Вечером с помощью Даана мы разработали подробный план всей кампании. По его словам, восточная часть Явы больше всего подходила для наших целей. Население там редкое, а в хорошо сохранившихся глухих лесах можно найти интересующих нас животных. Между Баньюванги, городком на восточном побережье Явы, и магическим островом Бали регулярно ходит паром. Погрузившись в расписание, наш хозяин выяснил, что через пять недель из Сурабаи на Калимантан отправится грузовое судно. Если к тому времени мы завершим путешествие по Яве и Бали, Даан забронирует для нас места. Схема рисовалась блестящей. Оставалось решить последнюю проблему — достать автомобиль, но и это Даан надеялся уладить.
— У нас на заводе есть один видавший виды старикашка «джип». Я посмотрю, можно ли вернуть его к жизни.
Через два дня «джип», прошедший процедуру омоложения, смазанный и заправленный, подкатил к дому Хубрехтов. На следующее утро, встав в пять часов, мы загрузили в него все наше снаряжение, сердечно поблагодарили Хубрехтов и покатили на восток.
«Джип» вел себя отменно. По существу это был механический курьез, собранный из деталей от совершенно разных устройств. На панели управления одних приборов недоставало, а другие использовались не по своему прямому назначению. Например, маркировка вольтметра недвусмысленно указывала на его принадлежность к кондиционеру. Клаксон функционировал только от соприкосновения обнаженного конца провода с корпусом коробки передач, специально очищенным в одном месте от грязи и краски для облегчения контакта. Эта система действовала превосходно, но создавала некоторое неудобство: всякий раз, захотев посигналить, водителю приходилось настраивать себя на краткий сеанс электротерапии.

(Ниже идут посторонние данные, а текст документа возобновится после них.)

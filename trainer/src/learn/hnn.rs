//! The Hamiltonian-neural-network loss (Greydanus, Dzamba & Yosinski, 2019)
//! and the plain vector-field baseline it is compared against, with their
//! parameter gradients.
//!
//! Units. The network sees z = (x - offset) / scale with offset and scale the
//! per-coordinate mean and standard deviation of the training states. Target
//! derivatives are compared in normalized units: component i is divided by
//! `rate_scale[i]`, its root-mean-square over the training data, so every
//! component of dx/dt weighs alike whatever its physical unit. The energy
//! scale is the geometric mean over the degrees of freedom of
//! `rate_scale(q_i) * scale(p_i)` and `rate_scale(p_i) * scale(q_i)`: with it
//! the factor between dE/dz and the normalized target is close to one, so E
//! and its gradient are O(1) (for the mass-spring both products are equal).
//!
//! Loss (per sample, then averaged over the batch): the mean over the 2n
//! components of the squared difference between J dH/dx = (dH/dp, -dH/dq)
//! and the target dx/dt, both divided by `rate_scale`.
//!
//! Damped, driven systems ([`PortObjective`], in [`crate::learn::port`]) predict
//! the port-Hamiltonian field (J - R) dH/dx + G u instead.

use anyhow::{bail, Result};
use ndarray::{s, Array1, Array2, ArrayView1, ArrayView2, Axis};
use rand::SeedableRng;
use rand_chacha::ChaCha8Rng;
use serde::{Deserialize, Serialize};

use crate::data::dataset::Dataset;
use crate::learn::mechanical;
use crate::learn::net::{self, Activation, MlpShape, MlpWork};
pub use crate::learn::port::{PhysicalTerm, PortArch, PortModel, PortObjective};

/// Kinetic term of a separable energy.
#[derive(Debug, Clone, PartialEq, Eq, Serialize, Deserialize)]
pub enum KineticArch {
    /// T = 1/2 z_p^T L L^T z_p. Parameters: the n (n + 1) / 2 entries of L row
    /// by row (L00, L10, L11, ...), diagonal entries stored as ln L_ii so the
    /// diagonal stays positive.
    Quadratic,
    /// T = MLP(z_p).
    Network(MlpShape),
}

/// The energy network's structure.
#[derive(Debug, Clone, PartialEq, Eq, Serialize, Deserialize)]
pub enum EnergyArch {
    /// E = MLP(z) over all 2n coordinates.
    General(MlpShape),
    /// E = V(z_q) + T(z_p); parameters are V's followed by T's.
    Separable {
        /// The potential network over n coordinates.
        potential: MlpShape,
        /// The kinetic term.
        kinetic: KineticArch,
    },
    /// E = V(z_q) + 1/2 z_p^T (L(z_q) L(z_q)^T + eps I) z_p (see
    /// [`crate::learn::mechanical`]); parameters are V's followed by the
    /// factor network's.
    Mechanical {
        /// The potential network over n coordinates.
        potential: MlpShape,
        /// The factor network: n inputs, n (n + 1) / 2 outputs.
        factor: MlpShape,
    },
}

impl EnergyArch {
    /// Number of trainable parameters for `dof` degrees of freedom.
    pub fn param_count(&self, dof: usize) -> usize {
        match self {
            Self::General(m) => m.param_count(),
            Self::Mechanical { potential, factor } => {
                potential.param_count() + factor.param_count()
            }
            Self::Separable { potential, kinetic } => {
                potential.param_count()
                    + match kinetic {
                        KineticArch::Quadratic => dof * (dof + 1) / 2,
                        KineticArch::Network(m) => m.param_count(),
                    }
            }
        }
    }

    /// Seeded initial parameters: Glorot-uniform networks, L = identity.
    pub fn init(&self, dof: usize, seed: u64) -> Vec<f32> {
        let mut rng = ChaCha8Rng::seed_from_u64(seed);
        let mut p = Vec::with_capacity(self.param_count(dof));
        match self {
            Self::General(m) => m.init(&mut rng, &mut p),
            Self::Mechanical { potential, factor } => {
                potential.init(&mut rng, &mut p);
                factor.init(&mut rng, &mut p);
            }
            Self::Separable { potential, kinetic } => {
                potential.init(&mut rng, &mut p);
                match kinetic {
                    KineticArch::Quadratic => {
                        p.extend(std::iter::repeat_n(0.0, dof * (dof + 1) / 2))
                    }
                    KineticArch::Network(m) => m.init(&mut rng, &mut p),
                }
            }
        }
        p
    }
}

/// Index of L_ij (j <= i) in the row-by-row packed lower triangle.
pub fn tri_index(i: usize, j: usize) -> usize {
    i * (i + 1) / 2 + j
}

/// The Cholesky factor L (dense n x n) from packed parameters (log diagonal).
pub fn cholesky_from_params(raw: &[f32], n: usize) -> Array2<f32> {
    let mut l = Array2::zeros((n, n));
    for i in 0..n {
        for j in 0..=i {
            let v = raw[tri_index(i, j)];
            l[[i, j]] = if i == j { v.exp() } else { v };
        }
    }
    l
}

/// Normalization of states, target derivatives and energy (see module doc).
#[derive(Debug, Clone, PartialEq, Serialize, Deserialize)]
pub struct Normalization {
    /// Per-coordinate offsets (means), q then p.
    pub offset: Vec<f32>,
    /// Per-coordinate scales (standard deviations), q then p.
    pub scale: Vec<f32>,
    /// Per-component scales of dx/dt (root mean square).
    pub rate_scale: Vec<f32>,
    /// Physical energy per unit of E.
    pub energy_scale: f32,
}

impl Normalization {
    /// Statistics of `data` (f64 accumulation). With `momenta_at_zero` the
    /// momentum offsets are 0 and their scales the root mean square: a
    /// quadratic kinetic term 1/2 z_p^T L L^T z_p has its minimum at z_p = 0,
    /// which must be p = 0 (a data window rarely has zero mean momentum).
    pub fn from_data(data: &Dataset, momenta_at_zero: bool) -> Result<Self> {
        let d = 2 * data.dof;
        let count = data.samples();
        if count < 2 {
            bail!("need at least 2 samples to fit, found {count}");
        }
        let mut sum = vec![0.0f64; d];
        let mut sq = vec![0.0f64; d];
        let mut rate_sq = vec![0.0f64; d];
        for t in &data.trajectories {
            for (row, drow) in t.x.rows().into_iter().zip(t.dx.rows()) {
                for i in 0..d {
                    sum[i] += row[i];
                    sq[i] += row[i] * row[i];
                    rate_sq[i] += drow[i] * drow[i];
                }
            }
        }
        let nf = count as f64;
        let mut offset = vec![0.0f32; d];
        let mut scale = vec![0.0f32; d];
        let mut rate_scale = vec![0.0f32; d];
        for i in 0..d {
            let mean = if momenta_at_zero && i >= data.dof {
                0.0
            } else {
                sum[i] / nf
            };
            let var = (sq[i] / nf - mean * mean).max(0.0);
            let std = var.sqrt();
            offset[i] = mean as f32;
            // A coordinate that never moves gets unit scale (nothing to learn).
            scale[i] = if std > 1e-9 * mean.abs().max(1e-30) && std > 0.0 {
                std as f32
            } else {
                1.0
            };
            let rms = (rate_sq[i] / nf).sqrt();
            rate_scale[i] = if rms > 0.0 { rms as f32 } else { 1.0 };
        }
        let n = data.dof;
        let mut log_sum = 0.0f64;
        for i in 0..n {
            log_sum += (rate_scale[i] as f64 * scale[n + i] as f64).ln();
            log_sum += (rate_scale[n + i] as f64 * scale[i] as f64).ln();
        }
        let energy_scale = (log_sum / (2 * n) as f64).exp() as f32;
        if !energy_scale.is_finite() || energy_scale <= 0.0 {
            bail!("could not choose an energy scale from the data (all derivatives zero?)");
        }
        Ok(Self {
            offset,
            scale,
            rate_scale,
            energy_scale,
        })
    }

    /// Normalized states z and normalized targets dx / rate_scale, one row
    /// per sample, all trajectories stacked.
    pub fn normalize(&self, data: &Dataset) -> (Array2<f32>, Array2<f32>) {
        let d = 2 * data.dof;
        let count = data.samples();
        let mut z = Array2::zeros((count, d));
        let mut t = Array2::zeros((count, d));
        let rows = data
            .trajectories
            .iter()
            .flat_map(|tr| tr.x.rows().into_iter().zip(tr.dx.rows()));
        for ((row, drow), (mut zr, mut tr)) in rows.zip(z.rows_mut().into_iter().zip(t.rows_mut()))
        {
            let zr = zr.as_slice_mut().expect("standard layout");
            let tr = tr.as_slice_mut().expect("standard layout");
            self.normalize_row(row, drow, zr, tr);
        }
        (z, t)
    }

    /// One sample: z = (x - offset) / scale and t = dx / rate_scale, each
    /// computed in f64 and rounded to f32 once.
    pub fn normalize_row(
        &self,
        x: ArrayView1<'_, f64>,
        dx: ArrayView1<'_, f64>,
        z: &mut [f32],
        t: &mut [f32],
    ) {
        for i in 0..z.len() {
            z[i] = ((x[i] - self.offset[i] as f64) / self.scale[i] as f64) as f32;
            t[i] = (dx[i] / self.rate_scale[i] as f64) as f32;
        }
    }

    /// Factors from dE/dz to normalized J dH/dx: component i < n (dq_i/dt)
    /// is `gain[i] * dE/dz_{p_i}`, component n + i (dp_i/dt) is
    /// `gain[n + i] * dE/dz_{q_i}` (negative).
    pub fn gains(&self, n: usize) -> Vec<f32> {
        let es = self.energy_scale;
        let mut g = vec![0.0; 2 * n];
        for i in 0..n {
            g[i] = es / (self.scale[n + i] * self.rate_scale[i]);
            g[n + i] = -es / (self.scale[i] * self.rate_scale[n + i]);
        }
        g
    }
}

Ни одна из четырех покрышек не походила на другую ни маркой, ни размером. Их роднила другая особенность: абсолютная гладкость, полное отсутствие шероховатости, если не считать нескольких небольших прорех, из которых выглядывала светлая матерчатая оболочка. В общем же эта машина, бесспорно, обладала незаурядной силой духа и завидным запасом жизненных сил, и мы в распрекрасном настроении катили по дороге, распевая во весь голос.
Утро выдалось солнечным и ярким. Справа на горизонте тянулась цепь вулканов — часть горного хребта, простирающегося вдоль всей Явы. По обеим сторонам дороги на залитых мутной водой террасированных полях трудились крестьяне в огромных конических шляпах. Они сажали рис и почти не разгибались, а рядом деликатно вышагивали стройные белые цапли. Широким амфитеатром поля уходили вдаль и с дороги смотрелись огромной зелено-коричневой гладью, отражавшей облака, вулканы и небо.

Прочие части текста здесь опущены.